- **Records for the task**:
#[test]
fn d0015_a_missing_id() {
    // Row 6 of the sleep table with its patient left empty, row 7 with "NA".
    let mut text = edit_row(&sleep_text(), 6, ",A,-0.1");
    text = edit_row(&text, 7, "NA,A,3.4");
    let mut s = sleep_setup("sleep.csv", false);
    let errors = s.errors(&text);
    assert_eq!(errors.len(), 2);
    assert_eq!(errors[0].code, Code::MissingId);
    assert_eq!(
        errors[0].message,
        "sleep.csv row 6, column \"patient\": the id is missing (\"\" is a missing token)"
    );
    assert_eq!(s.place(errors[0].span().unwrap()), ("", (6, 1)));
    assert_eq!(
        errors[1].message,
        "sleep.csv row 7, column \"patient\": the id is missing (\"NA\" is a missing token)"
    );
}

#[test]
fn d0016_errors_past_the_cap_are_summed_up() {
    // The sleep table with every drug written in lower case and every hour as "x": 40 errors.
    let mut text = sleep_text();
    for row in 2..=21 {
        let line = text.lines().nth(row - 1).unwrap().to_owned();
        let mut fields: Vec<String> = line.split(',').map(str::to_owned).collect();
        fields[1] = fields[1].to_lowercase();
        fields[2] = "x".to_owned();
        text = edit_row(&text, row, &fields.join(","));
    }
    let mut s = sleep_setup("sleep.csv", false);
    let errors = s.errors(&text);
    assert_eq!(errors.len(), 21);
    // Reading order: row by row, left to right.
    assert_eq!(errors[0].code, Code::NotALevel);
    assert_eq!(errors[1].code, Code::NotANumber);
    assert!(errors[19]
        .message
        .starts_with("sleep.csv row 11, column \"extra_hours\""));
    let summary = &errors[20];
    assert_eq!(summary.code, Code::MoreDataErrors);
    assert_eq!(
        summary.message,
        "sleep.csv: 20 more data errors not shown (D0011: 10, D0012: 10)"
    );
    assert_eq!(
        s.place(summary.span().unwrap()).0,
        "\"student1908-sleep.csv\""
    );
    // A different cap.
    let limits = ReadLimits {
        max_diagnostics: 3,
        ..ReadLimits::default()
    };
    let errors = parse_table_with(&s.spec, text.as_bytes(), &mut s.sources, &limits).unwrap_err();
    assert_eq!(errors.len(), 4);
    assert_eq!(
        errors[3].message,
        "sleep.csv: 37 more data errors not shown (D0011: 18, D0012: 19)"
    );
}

- **What you will do**: Whatever appears in the records must be returned exactly.

- **Answer for this exercise**:
#[test]
fn d0015_a_missing_id() {
    // Row 6 of the sleep table with its patient left empty, row 7 with "NA".
    let mut text = edit_row(&sleep_text(), 6, ",A,-0.1");
    text = edit_row(&text, 7, "NA,A,3.4");
    let mut s = sleep_setup("sleep.csv", false);
    let errors = s.errors(&text);
    assert_eq!(errors.len(), 2);
    assert_eq!(errors[0].code, Code::MissingId);
    assert_eq!(
        errors[0].message,
        "sleep.csv row 6, column \"patient\": the id is missing (\"\" is a missing token)"
    );
    assert_eq!(s.place(errors[0].span().unwrap()), ("", (6, 1)));
    assert_eq!(
        errors[1].message,
        "sleep.csv row 7, column \"patient\": the id is missing (\"NA\" is a missing token)"
    );
}

#[test]
fn d0016_errors_past_the_cap_are_summed_up() {
    // The sleep table with every drug written in lower case and every hour as "x": 40 errors.
    let mut text = sleep_text();
    for row in 2..=21 {
        let line = text.lines().nth(row - 1).unwrap().to_owned();
        let mut fields: Vec<String> = line.split(',').map(str::to_owned).collect();
        fields[1] = fields[1].to_lowercase();
        fields[2] = "x".to_owned();
        text = edit_row(&text, row, &fields.join(","));
    }
    let mut s = sleep_setup("sleep.csv", false);
    let errors = s.errors(&text);
    assert_eq!(errors.len(), 21);
    // Reading order: row by row, left to right.
    assert_eq!(errors[0].code, Code::NotALevel);
    assert_eq!(errors[1].code, Code::NotANumber);
    assert!(errors[19]
        .message
        .starts_with("sleep.csv row 11, column \"extra_hours\""));
    let summary = &errors[20];
    assert_eq!(summary.code, Code::MoreDataErrors);
    assert_eq!(
        summary.message,
        "sleep.csv: 20 more data errors not shown (D0011: 10, D0012: 10)"
    );
    assert_eq!(
        s.place(summary.span().unwrap()).0,
        "\"student1908-sleep.csv\""
    );
    // A different cap.
    let limits = ReadLimits {
        max_diagnostics: 3,
        ..ReadLimits::default()
    };
    let errors = parse_table_with(&s.spec, text.as_bytes(), &mut s.sources, &limits).unwrap_err();
    assert_eq!(errors.len(), 4);
    assert_eq!(
        errors[3].message,
        "sleep.csv: 37 more data errors not shown (D0011: 18, D0012: 19)"
    );
}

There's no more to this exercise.